残り8秒あたりで、ガコンと取り出し口に紙の箱が落ちてきた。盛大に傾いている。7・6・5・4・3・2・1と数えたところで、「できあがりました!商品をお取りください。またどうぞ!」と機械音声が流れて、カチリと取り出し口のロックが外れた。片手を突っ込んで箱をがしりと掴む。めちゃくちゃ熱くて容赦なく火傷した。大きさは15センチ四方といったところか。箱の四隅を両手の指の腹で支えて、財布の上まで移す。これなら、財布を支えれば持ち運べる。るんるんで食堂に戻り、空いている席に座ってミシン目に沿って箱を開ける。プラトレーのフィルムを剥がすと、ほわあ〜んと湯気が立ち上り、芳しい香りが漂った。箱の中で一緒に熱々になっているプラのスプーンを取り出し、包装のビニールを破る。ビニールが一気に収縮してスプーンから剥がれなくなったが、食べる丸いところだけピリピリとこそいで、ざっくりと炒飯に突き立て、掬い上げ、口に入れた。
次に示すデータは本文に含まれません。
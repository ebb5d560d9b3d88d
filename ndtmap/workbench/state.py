"""The workbench's state: a plain-Python object that holds the selection and calls the processing.

:class:`WorkbenchState` knows the scan grid, the named gates, which gate and
which kind of map are shown, the selected probe position, the tool in use,
the measured line and the indication list. Every number it gives comes from
the same functions as the command line: gates from
:func:`ndtmap.gates.evaluate.evaluate_gate`, sections from :func:`ndtmap.scans.sections.b_scan`
and :func:`~ndtmap.scans.sections.d_scan`, drop lengths from
:func:`ndtmap.indications.sizing.drop_length`, the indication list from
:func:`ndtmap.procedure.run_procedure` (so ``ndtmap indications --procedure``
on the saved settings gives the same list).

The state draws nothing and has no widgets; :mod:`ndtmap.workbench.view`
shows it. All methods are synchronous, so a script or a test can drive it
without a browser. Long computations accept a ``progress`` function.

Maps
    Gate results are kept in a cache keyed by the definitions of the gate and
    the gates it follows (and the detection signal), so redrawing, changing
    the kind of map or going back to an earlier gate setting does not
    recompute. The four kinds are read from one gate result:

    * ``'amplitude'``: the gate's ``amplitude_fsh`` (as
      :func:`ndtmap.scans.maps.amplitude_map`);
    * ``'depth'``: the event depth ``depth_mm`` (as :func:`~ndtmap.scans.maps.depth_map`);
    * ``'thickness'``: the event depth where positive (as
      :func:`~ndtmap.scans.maps.thickness_map` with ``method='first-echo'``; on an
      immersion grid a gate that follows the interface gate counts from the
      interface echo, i.e. interface to back wall);
    * ``'backwall-loss'``: ``20 log10(nominal / max(A, 0.1 %FSH))`` with the
      nominal level of the procedure's back-wall gate or the median over the
      scan (as :func:`~ndtmap.scans.maps.backwall_loss_map`).

    Rectified gates are evaluated on the grid cut to the time span their
    windows can reach (see :mod:`ndtmap.workbench._compute`).
"""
 それからわたしは、「直火焼炒飯」の虜となった。毎週土曜日は、雨の日も風の日も雪の日も自販機の前で解凍を待っていた。たまに「焼豚おにぎり&からあげ」に浮気したが、私の心は「直火焼炒飯」と共にあった。やがてリプトンのレモンティーがそこに加わり、紙パックにストローを挿して一緒に流し込んだ。いつしかできた後輩が、先輩がいつも食べてるので気になって、と「直火焼炒飯」を頬張っているのを見たときは、レモンティーと合うから試してみな、と通ぶった常連のようなことも言った。

 解凍を待ちながら眺める景色は、季節と共に移り変わった。部室に入りきらないからと外で着替えさせられていた下っ端の野球部員は、入部したばかりの新入生に「外で着替えろ!」と偉そうに指示を出すようになっていた。大掃除でもしたのだろうか、どこかの部室から引きずり出されて軒下に積み上げられた大量の荷物に紛れていたいちご100%の5巻が、持ち主不明のまま連日の台風でひどい有様になっていた。学校裏の公園で紅葉を迎えた銀杏が実を落とし、ランニングに出た陸上部が踏んづけて、強烈な香りと一緒に帰ってきた。カラフルなカタログを抱えた女子テニス部が、来年度のユニフォームどうする?スコートは白がいいかな?こんな寒いとスコートとか無理だよね、と白い息を吐きながら通り過ぎていった。

 あの頃、手元にあったのは、ページを更新するたびにパケット通信料が発生するガラケーだけだった。今のようにスマホがあったなら、きっと景色ではなく画面を眺めていただろう。

 春が来て、夏が来て、秋が来て、冬が来て、いくつも過ぎ去っていった。高校生になり、平日も食堂の利用が許されるようになったが、私は相変わらず、土曜日に「直火焼炒飯」を食べることを毎週の楽しみとしていた。その頃には、ごめん!わたしのお昼も一緒に買ってきて!とお金を渡せば、何も言わずとも「直火焼炒飯」とリプトンのレモンティーが手渡されるようになっていた。

 やがて、わたしは高校3年生となった。待ち受ける受験と卒業。これから実施される行事は、運動会も文化祭も何もかも、全てが最後。一抹の寂しさと不安が漂う春の訪れ――時期を同じくして発表されたのは、食堂の取り壊しであった。